The light source 30 is disposed in the mounting groove 121 formed in the sidewall 12, and a light emitting surface of the light source 30 faces the cooking space to emit an indicating light to the cooking space.

The temperature sensor 40 is disposed in the mounting groove 121 formed in the side wall 12, and a light receiving surface of the temperature sensor 40 faces the cooking space 50 to receive the infrared light in the first field range 41, which is understood to be invisible light.

The first field of view range 41 of the temperature sensor 40 may coincide with the second field of view range 31 of the light source 30, including the first field of view range 41 of the temperature sensor 40 may partially or completely coincide with the second field of view range 31 of the light source 30.

Referring to fig. 1, in one embodiment, the temperature sensor 40 and the light source 30 can be arranged side by side, the first field of view range 41 can at least partially overlap the second field of view range 31, and the smaller the distance between the light source 30 and the temperature sensor 40, the larger the overlapping area M. The predetermined cooking area S is located in the overlapping area M, for example, the predetermined cooking area S is a range covered by the bottom plate 20.

In this embodiment, light source 30 and temperature sensor 40 meet and set up side by side, thereby maximize ground promotes the coincidence zone M of first visual field scope 41 and second visual field scope 31, when the user places according to the pilot light and treats cooking object 200, only need guarantee to treat that cooking object 200 is covered by the pilot light completely, perhaps cover the central zone of upper surface as far as possible, just can guarantee that the infrared light that treats cooking object 200 and send can basically be received by temperature sensor 40, thereby guarantee that temperature sensor 40 treats cooking object 200's temperature detection accuracy.

Referring to fig. 4, optionally, the cooking appliance 100 may further include a reflective cup 80. The reflector cup 80 is disposed on the side wall 12, and an opening 81 of the reflector cup 80 faces the predetermined cooking area S. The light source 30 and the temperature sensor 40 are both disposed at the bottom of the light reflecting cup 80. The reflector cup 80 is used to adjust the first field of view range 41 of the temperature sensor 40 and the second field of view range 31 of the light source 30 to further improve the overlapping area M of the first field of view range 41 and the second field of view range 31.
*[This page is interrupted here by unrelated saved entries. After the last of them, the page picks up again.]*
import { useEffect, useId, useRef, type ReactNode } from 'react';
import { buttonPrimary, buttonSecondary } from './ui';

export interface DialogShellProps {
  /** Whether the dialog shows; leave unset for a dialog that is open while mounted. */
  open?: boolean;
  title: string;
  /** One line under the title. */
  subtitle?: ReactNode;
  children: ReactNode;
  /** Text of the confirming button; the button is disabled while `confirmDisabled`. */
  confirmLabel: string;
  confirmDisabled?: boolean;
  /** Text of the confirming button while `busy`. */
  busyLabel?: string;
  /** `danger` for destructive actions: a red confirming button, and Cancel takes the first focus. */
  tone?: 'primary' | 'danger';
  /** `narrow` (32 rem) for a short question, `wide` (44 rem) for a form with a list. */
  width?: 'narrow' | 'wide';
  busy?: boolean;
  /** A problem to show inside the dialog (the dialog stays open). */
  error?: string | null;
  /** data-testid of the confirming button. */
  confirmTestId?: string;
  onConfirm: () => void;
  onClose: () => void;
}

const buttonDanger =
  'inline-flex items-center justify-center gap-2 rounded-md bg-danger px-3.5 py-2 text-sm font-medium text-panel hover:bg-danger/90 disabled:cursor-not-allowed disabled:opacity-60';

const widths = { narrow: 'w-[min(32rem,calc(100vw-2rem))]', wide: 'w-[min(44rem,calc(100vw-2rem))]' };

/**
 * A modal on the native <dialog> element: focus stays inside, Escape closes (unless busy), and
 * focus returns to the button that opened it.
 */
export function DialogShell(props: DialogShellProps) {
  const { open = true, title, subtitle, children, confirmLabel, confirmDisabled, busyLabel = 'Asking…', tone = 'primary', width = 'wide' } = props;
  const { busy, error, confirmTestId, onConfirm, onClose } = props;
  const ref = useRef<HTMLDialogElement>(null);
  // Two dialogs on one page (capture and annotation delete) must not share a title id.
  const titleId = useId();
  useEffect(() => {
    const dialog = ref.current;
    if (!dialog) return;
    if (open && !dialog.open) dialog.showModal();
    if (!open && dialog.open) dialog.close();
  }, [open]);
  useEffect(() => {
    const dialog = ref.current;
    return () => dialog?.close();
  }, []);
  const danger = tone === 'danger';
  return (
    <dialog
      ref={ref}
      aria-labelledby={titleId}
      onCancel={(event) => {
        event.preventDefault();
        if (!busy) onClose();
      }}
      className={`m-auto flex max-h-[min(44rem,calc(100vh-2rem))] ${widths[width]} flex-col rounded-lg border border-line bg-panel p-0 text-ink shadow-xl backdrop:bg-black/50 [&:not([open])]:hidden`}
    >
      <div className="border-b border-line px-5 pb-3 pt-4">
        <h2 id={titleId} className="text-lg font-semibold">
          {title}
        </h2>
        {subtitle && <div className="mt-0.5 text-sm text-muted">{subtitle}</div>}
      </div>
      <div className="min-h-0 flex-1 overflow-y-auto px-5 py-4">{children}</div>
      {error && (
        <p role="alert" className="mx-5 mb-3 rounded-md border border-danger/40 bg-danger/10 px-3 py-2 text-sm text-danger">
          {error}
        </p>
      )}
      <div className="flex justify-end gap-2 border-t border-line bg-surface px-5 py-3">
        <button type="button" className={buttonSecondary} onClick={onClose} disabled={busy} autoFocus={danger}>
          Cancel
        </button>
        <button
          type="button"
          className={danger ? buttonDanger : buttonPrimary}
          onClick={onConfirm}
          disabled={busy || confirmDisabled}
          data-testid={confirmTestId}
        >
          {busy ? busyLabel : confirmLabel}
        </button>
      </div>
    </dialog>
  );
}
Optionally, the light source 30 and the temperature sensor 40 are disposed in the reflector cup 80, and are disposed side by side at an end of the reflector cup 80 away from the opening 81 (i.e., at the bottom of the reflector cup 80). The light receiving surface of the temperature sensor 40 and the light emitting surface of the light source 30 both face the opening 81 of the reflector cup 80, and the size of the opening 81 of the reflector cup 80 can be determined according to the overlapping area M of the first field range 41 and the second field range 31, where the range covered by the opening 81 of the reflector cup 80 of the first field range 41 and the second field range 31 is the overlapping area M, that is, the light rays outside the overlapping area M in the second field range 31 of the light source 30 are all reflected into the overlapping area M by the reflector cup 80, and the light rays outside the overlapping area M in the first field range 41 of the temperature sensor 40 cannot be incident into the reflector cup 80, so that the actual field range of the light source 30 and the actual field range of the temperature sensor 40 are almost completely overlapped, that are both the overlapping area M, and the indicating effect of the indicating light rays on the cooking object 200 is ensured to the greatest extent.
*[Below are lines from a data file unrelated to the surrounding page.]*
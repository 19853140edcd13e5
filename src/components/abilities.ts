/**
 * What each section lets people do, as rows for the permission summaries. Each row names an action
 * of the permission table and whose item it concerns, so the pages state exactly what the server
 * enforces.
 */
import { can, type Action, type Actor } from '@/lib/permissions';

/** Whose item a row is about: none, the user's own, or another user's item shared with the team. */
export type Scope = 'none' | 'own' | 'others';

export interface AbilityRow {
  label: string;
  action: Action;
  scope: Scope;
}

export const captureAbilities: AbilityRow[] = [
  { label: 'Read captures shared with the team', action: 'capture.read', scope: 'others' },
  { label: 'Upload or synthesize captures', action: 'capture.create', scope: 'none' },
  { label: 'Edit or delete your own captures', action: 'capture.update', scope: 'own' },
  { label: "Edit or delete other people's team captures", action: 'capture.update', scope: 'others' },
];

export const chainAbilities: AbilityRow[] = [
  { label: 'Read chains shared with the team', action: 'chain.read', scope: 'others' },
  { label: 'Compose new chains', action: 'chain.create', scope: 'none' },
  { label: 'Revise your own chains', action: 'chain.update', scope: 'own' },
  { label: "Revise other people's team chains", action: 'chain.update', scope: 'others' },
  { label: 'Fork a team chain into your own', action: 'chain.fork', scope: 'others' },
];

export const runAbilities: AbilityRow[] = [
  { label: 'Run a team chain on a capture', action: 'run.create', scope: 'others' },
  { label: 'Read and export results of team runs', action: 'run.read', scope: 'others' },
  { label: 'Cancel your own runs', action: 'run.cancel', scope: 'own' },
  { label: "Cancel other people's runs", action: 'run.cancel', scope: 'others' },
];

export const adminAbilities: AbilityRow[] = [
  { label: 'Create accounts, change roles, disable accounts', action: 'user.update', scope: 'none' },
  { label: 'Set storage and compute quotas', action: 'quota.update', scope: 'none' },
  { label: 'See and cancel any run in the queue', action: 'queue.manage', scope: 'none' },
  { label: 'Read the outbox of e-mails sent', action: 'outbox.read', scope: 'none' },
];

/** Whether `actor` may do what `row` describes; "others" items are team items of someone else. */
export function allows(actor: Actor, row: AbilityRow): boolean {
  if (row.scope === 'none') return can(actor, row.action);
  const ownerId = row.scope === 'own' ? actor.id : actor.id + '-someone-else';
  return can(actor, row.action, { ownerId, visibility: 'team' });
}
Referring to fig. 5, optionally, the reflector cup 80 includes a first reflector surface 82 and a second reflector surface 83. The first light reflecting surface 82 and the second light reflecting surface 83 are oppositely arranged, and the first light reflecting surface 82 is oppositely arranged with respect to the light source 30 to reflect the indicating light emitted by the light source 30 to form the second field range 31. The second reflective surface 83 is opposite to the temperature sensor 40, and the infrared light (specifically, the infrared light within the first field range 41) is reflected by the second reflective surface 83 and then converges to the temperature sensor 40. The reflective cup 80 is further provided with a fixing frame 84, and the fixing frame 84 is positioned at the bottom of the reflective cup 80. The light source 30 and the temperature sensor 40 are respectively disposed on two opposite sides of the fixing frame 84, so that the light source 30 emits an indication light toward the first light reflecting surface 82, and the temperature sensor 40 faces the second light reflecting surface 83 to receive the infrared light reflected by the second light reflecting surface 83.

The radian of the first reflecting surface 82, the radian of the second reflecting surface 83, the angle of the light emitting surface relative to the first reflecting surface 82 and the angle of the light receiving surface relative to the second reflecting surface 83 can be adjusted to adjust the overlapping area M of the first view field range 41 and the second view field range 31, so that the overlapping area M of the first view field range 41 and the second view field range 31 is as large as possible, and the indicating effect of the indicating light on the object to be cooked 200 is ensured to the greatest extent.

Referring to fig. 5, optionally, the cooking appliance 100 may further include a lens 91, the lens 91 may transmit not only infrared light but also indication light, and the lens 91 is disposed at the opening 81 of the reflective cup 80 to seal the reflective cup 80, so as to prevent gas generated by heating the object 200 to be cooked in the cooking space 50 from affecting the light source 30 and the temperature sensor 40 in the reflective cup 80, and ensure the service life and accuracy of the light source 30 and the temperature sensor 40.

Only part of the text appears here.